DATA FOR REVIEW:
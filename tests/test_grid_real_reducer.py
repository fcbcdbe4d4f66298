"""The grid input module with the real core reducer (not the stand-in of
tests/grid_standin.py): a cell table reduced through ``reduce_grid`` gives
each zone's population and population-weighted mean concentration as numpy
computes them from the cells, and each zone's PAF equals the exact per-cell
PAF (linear ERR: the bin means make it exact; closed form derived in
doseattr/core/exposure/grid.py)."""

from __future__ import annotations

import numpy as np

from doseattr.analysis.grid_inputs import GridSpec
from doseattr.analysis.grid_reduce import reduce_grid
from doseattr.core.attribution.fractions import paf
from doseattr.core.curves.published import published_curve
from doseattr.core.exposure.empirical import empirical


def test_cell_table_through_the_real_reducer(tmp_path):
    rng = np.random.default_rng(1)
    n = 5000
    x = rng.lognormal(2.0, 0.6, n)
    pop = rng.uniform(1.0, 100.0, n)
    zone = rng.integers(1, 4, n)
    path = tmp_path / "cells.csv"
    path.write_text("value,population,zone\n" + "\n".join(
        f"{float(a)!r},{float(b)!r},{int(c)}" for a, b, c in zip(x, pop, zone, strict=True)))
    sums, notes = reduce_grid(GridSpec(cells=str(path)), [1, 2, 3])
    summary = sums.summary()
    curve = published_curve("linear", err=0.01)
    for k, zid in enumerate((1, 2, 3)):
        m = zone == zid
        np.testing.assert_allclose(summary.zone_population(k), pop[m].sum(), rtol=1e-12)
        np.testing.assert_allclose(summary.zone_mean(k), np.average(x[m], weights=pop[m]),
                                   rtol=1e-12)
        exact = paf(curve, empirical(x[m], pop[m]), minimum_risk=0.0)
        reduced = paf(curve, summary.zone_exposure(k), minimum_risk=0.0)
        np.testing.assert_allclose(reduced, exact, rtol=1e-10)
    assert notes.cells == n and notes.skipped == 0
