"""results.json against its published JSON Schema (doseattr/results/
results.schema.json), and the stratum's own exposure in results.json.

The validator is tests/schema_check.py (the JSON Schema draft 2020-12
keywords the schema uses); ``strict`` also requires the schema to declare
every key doseattr writes.
"""

from __future__ import annotations

import copy
import json
import math
from pathlib import Path

import pytest
from schema_check import problems
from test_analysis_contract import FULL, _results
from test_analysis_contract import OUTCOMES as CONTRACT_OUTCOMES

from doseattr.analysis.config import load_analysis
from doseattr.analysis.pipeline import run_analysis
from doseattr.results.schema import results_schema
from doseattr.results.serialize import SCHEMA_VERSION

DEMO = Path(__file__).resolve().parent.parent / "data_demo" / "analysis.toml"
# Two outcomes, the second without a burden table of its own.
OUTCOMES = CONTRACT_OUTCOMES.rsplit("[outcome.burden]", 1)[0]
HISTORIES = ('unit = "mg/m3-years"\n[curve]\nmodel = "linear"\nerr = 0.02\n'
             '[exposure]\nhistories = "h.csv"\nas_of = "2020-01-01"\nlag_years = 5\n')


@pytest.fixture(scope="module")
def demo() -> dict:
    return json.loads(json.dumps(run_analysis(load_analysis(DEMO)).to_dict(), allow_nan=False))


def test_schema_is_the_version_written():
    s = results_schema()
    assert s["properties"]["schema_version"] == {"const": SCHEMA_VERSION} and SCHEMA_VERSION == "2.3"
    assert s["$schema"] == "https://json-schema.org/draft/2020-12/schema"


def test_demo_results_validate(demo):
    assert problems(demo, results_schema(), strict=True) == []


@pytest.mark.parametrize("text", [FULL, OUTCOMES, HISTORIES], ids=["full", "outcomes", "histories"])
def test_other_analyses_validate(tmp_path, text):
    d, _ = _results(tmp_path, text, cli=False)
    assert problems(d, results_schema(), strict=True) == []


@pytest.mark.parametrize("change, expected", [
    (lambda d: d.pop("paf"), "$: missing 'paf'"),
    (lambda d: d["paf"].update(estimate="12%"), "$.paf.estimate: str is not number"),
    (lambda d: d["burden"]["strata"][0].update(paf=0.1), "$.burden.strata[0].paf: float is not object"),
    (lambda d: d.update(schema_version="1.0"), "$.schema_version: '1.0' is not '2.3'"),
    (lambda d: d["curve"].update(beyond="up"), "$.curve.beyond: 'up' is not one of"),
    (lambda d: d["exposure"].update(surprise=1), "$.exposure: 'surprise' is not declared"),
])
def test_the_check_catches_a_broken_document(demo, change, expected):
    """The validation can fail: each edit breaks one rule of the schema."""
    broken = copy.deepcopy(demo)
    change(broken)
    found = problems(broken, results_schema(), strict=True)
    assert any(p.startswith(expected) for p in found), found


def test_stratum_exposure_is_shown(demo):
    """The demo's Quarryside district has its own GM and GSD in the burden
    table; the others share the town's fitted exposure. The mean of a
    lognormal with the unexposed share u counted at zero is
    (1 - u) GM exp(ln(GSD)^2 / 2) (closed form)."""
    strata = {s["stratum"]: s for s in demo["burden"]["strata"]}
    own = strata["Quarryside"]["exposure"]
    assert own["own"] is True and own["given"] == {"gm": 18.5, "gsd": 2.1}
    assert own["parameters"] == pytest.approx({"gm": 18.5, "gsd": 2.1}, rel=1e-12)
    u = demo["exposure"]["unexposed"]
    assert own["mean"] == pytest.approx((1 - u) * 18.5 * math.exp(math.log(2.1) ** 2 / 2),
                                        rel=1e-10)
    for name in ("Old Town", "Riverside", "Hillcrest"):
        shared = strata[name]["exposure"]
        assert shared["own"] is False and shared["given"] is None
        assert shared["parameters"] == demo["exposure"]["parameters"]
        assert shared["mean"] == pytest.approx(demo["exposure"]["mean"], rel=1e-12)
    assert "exposure" not in demo["burden"]["total"]


def test_schema_1_keys_are_kept(demo):
    """``paf_interval``, named by earlier issues beside a plain-number
    ``paf``, stays: the same estimate object as ``paf`` now is."""
    for row in demo["burden"]["strata"] + [demo["burden"]["total"]]:
        assert row["paf_interval"] == row["paf"] and isinstance(row["paf"], dict)


def test_summary_shows_the_stratum_exposure():
    """summary.txt lists each stratum with 'own: gm 18.5, gsd 2.1' for the
    demo's Quarryside (its row of data_demo/districts.csv) and 'shared' for
    the others."""
    text = run_analysis(load_analysis(DEMO)).summary()
    rows = {line.split()[0]: line for line in text.splitlines()
            if line.startswith(("Old Town", "Riverside", "Quarryside", "Hillcrest"))}
    assert rows["Quarryside"].endswith("own: gm 18.5, gsd 2.1")
    assert all(rows[k].endswith("shared") for k in ("Old", "Riverside", "Hillcrest"))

EXERCISE: The records above are to be duplicated exactly, every one of them.

EXERCISE OUTPUT:
filename tests/test_grid_real_reducer.py
repository fcbcdbe4d4f66298
"""The grid input module with the real core reducer (not the stand-in of
tests/grid_standin.py): a cell table reduced through ``reduce_grid`` gives
each zone's population and population-weighted mean concentration as numpy
computes them from the cells, and each zone's PAF equals the exact per-cell
PAF (linear ERR: the bin means make it exact; closed form derived in
doseattr/core/exposure/grid.py)."""

from __future__ import annotations

import numpy as np

from doseattr.analysis.grid_inputs import GridSpec
from doseattr.analysis.grid_reduce import reduce_grid
from doseattr.core.attribution.fractions import paf
from doseattr.core.curves.published import published_curve
from doseattr.core.exposure.empirical import empirical


def test_cell_table_through_the_real_reducer(tmp_path):
    rng = np.random.default_rng(1)
    n = 5000
    x = rng.lognormal(2.0, 0.6, n)
    pop = rng.uniform(1.0, 100.0, n)
    zone = rng.integers(1, 4, n)
    path = tmp_path / "cells.csv"
    path.write_text("value,population,zone\n" + "\n".join(
        f"{float(a)!r},{float(b)!r},{int(c)}" for a, b, c in zip(x, pop, zone, strict=True)))
    sums, notes = reduce_grid(GridSpec(cells=str(path)), [1, 2, 3])
    summary = sums.summary()
    curve = published_curve("linear", err=0.01)
    for k, zid in enumerate((1, 2, 3)):
        m = zone == zid
        np.testing.assert_allclose(summary.zone_population(k), pop[m].sum(), rtol=1e-12)
        np.testing.assert_allclose(summary.zone_mean(k), np.average(x[m], weights=pop[m]),
                                   rtol=1e-12)
        exact = paf(curve, empirical(x[m], pop[m]), minimum_risk=0.0)
        reduced = paf(curve, summary.zone_exposure(k), minimum_risk=0.0)
        np.testing.assert_allclose(reduced, exact, rtol=1e-10)
    assert notes.cells == n and notes.skipped == 0
"""results.json against its published JSON Schema (doseattr/results/
results.schema.json), and the stratum's own exposure in results.json.

The validator is tests/schema_check.py (the JSON Schema draft 2020-12
keywords the schema uses); ``strict`` also requires the schema to declare
every key doseattr writes.
"""

from __future__ import annotations

import copy
import json
import math
from pathlib import Path

import pytest
from schema_check import problems
from test_analysis_contract import FULL, _results
from test_analysis_contract import OUTCOMES as CONTRACT_OUTCOMES

from doseattr.analysis.config import load_analysis
from doseattr.analysis.pipeline import run_analysis
from doseattr.results.schema import results_schema
from doseattr.results.serialize import SCHEMA_VERSION

DEMO = Path(__file__).resolve().parent.parent / "data_demo" / "analysis.toml"
# Two outcomes, the second without a burden table of its own.
OUTCOMES = CONTRACT_OUTCOMES.rsplit("[outcome.burden]", 1)[0]
HISTORIES = ('unit = "mg/m3-years"\n[curve]\nmodel = "linear"\nerr = 0.02\n'
             '[exposure]\nhistories = "h.csv"\nas_of = "2020-01-01"\nlag_years = 5\n')


@pytest.fixture(scope="module")
def demo() -> dict:
    return json.loads(json.dumps(run_analysis(load_analysis(DEMO)).to_dict(), allow_nan=False))


def test_schema_is_the_version_written():
    s = results_schema()
    assert s["properties"]["schema_version"] == {"const": SCHEMA_VERSION} and SCHEMA_VERSION == "2.3"
    assert s["$schema"] == "https://json-schema.org/draft/2020-12/schema"


def test_demo_results_validate(demo):
    assert problems(demo, results_schema(), strict=True) == []


@pytest.mark.parametrize("text", [FULL, OUTCOMES, HISTORIES], ids=["full", "outcomes", "histories"])
def test_other_analyses_validate(tmp_path, text):
    d, _ = _results(tmp_path, text, cli=False)
    assert problems(d, results_schema(), strict=True) == []


@pytest.mark.parametrize("change, expected", [
    (lambda d: d.pop("paf"), "$: missing 'paf'"),
    (lambda d: d["paf"].update(estimate="12%"), "$.paf.estimate: str is not number"),
    (lambda d: d["burden"]["strata"][0].update(paf=0.1), "$.burden.strata[0].paf: float is not object"),
    (lambda d: d.update(schema_version="1.0"), "$.schema_version: '1.0' is not '2.3'"),
    (lambda d: d["curve"].update(beyond="up"), "$.curve.beyond: 'up' is not one of"),
    (lambda d: d["exposure"].update(surprise=1), "$.exposure: 'surprise' is not declared"),
])
def test_the_check_catches_a_broken_document(demo, change, expected):
    """The validation can fail: each edit breaks one rule of the schema."""
    broken = copy.deepcopy(demo)
    change(broken)
    found = problems(broken, results_schema(), strict=True)
    assert any(p.startswith(expected) for p in found), found


def test_stratum_exposure_is_shown(demo):
    """The demo's Quarryside district has its own GM and GSD in the burden
    table; the others share the town's fitted exposure. The mean of a
    lognormal with the unexposed share u counted at zero is
    (1 - u) GM exp(ln(GSD)^2 / 2) (closed form)."""
    strata = {s["stratum"]: s for s in demo["burden"]["strata"]}
    own = strata["Quarryside"]["exposure"]
    assert own["own"] is True and own["given"] == {"gm": 18.5, "gsd": 2.1}
    assert own["parameters"] == pytest.approx({"gm": 18.5, "gsd": 2.1}, rel=1e-12)
    u = demo["exposure"]["unexposed"]
    assert own["mean"] == pytest.approx((1 - u) * 18.5 * math.exp(math.log(2.1) ** 2 / 2),
                                        rel=1e-10)
    for name in ("Old Town", "Riverside", "Hillcrest"):
        shared = strata[name]["exposure"]
        assert shared["own"] is False and shared["given"] is None
        assert shared["parameters"] == demo["exposure"]["parameters"]
        assert shared["mean"] == pytest.approx(demo["exposure"]["mean"], rel=1e-12)
    assert "exposure" not in demo["burden"]["total"]


def test_schema_1_keys_are_kept(demo):
    """``paf_interval``, named by earlier issues beside a plain-number
    ``paf``, stays: the same estimate object as ``paf`` now is."""
    for row in demo["burden"]["strata"] + [demo["burden"]["total"]]:
        assert row["paf_interval"] == row["paf"] and isinstance(row["paf"], dict)


def test_summary_shows_the_stratum_exposure():
    """summary.txt lists each stratum with 'own: gm 18.5, gsd 2.1' for the
    demo's Quarryside (its row of data_demo/districts.csv) and 'shared' for
    the others."""
    text = run_analysis(load_analysis(DEMO)).summary()
    rows = {line.split()[0]: line for line in text.splitlines()
            if line.startswith(("Old Town", "Riverside", "Quarryside", "Hillcrest"))}
    assert rows["Quarryside"].endswith("own: gm 18.5, gsd 2.1")
    assert all(rows[k].endswith("shared") for k in ("Old", "Riverside", "Hillcrest"))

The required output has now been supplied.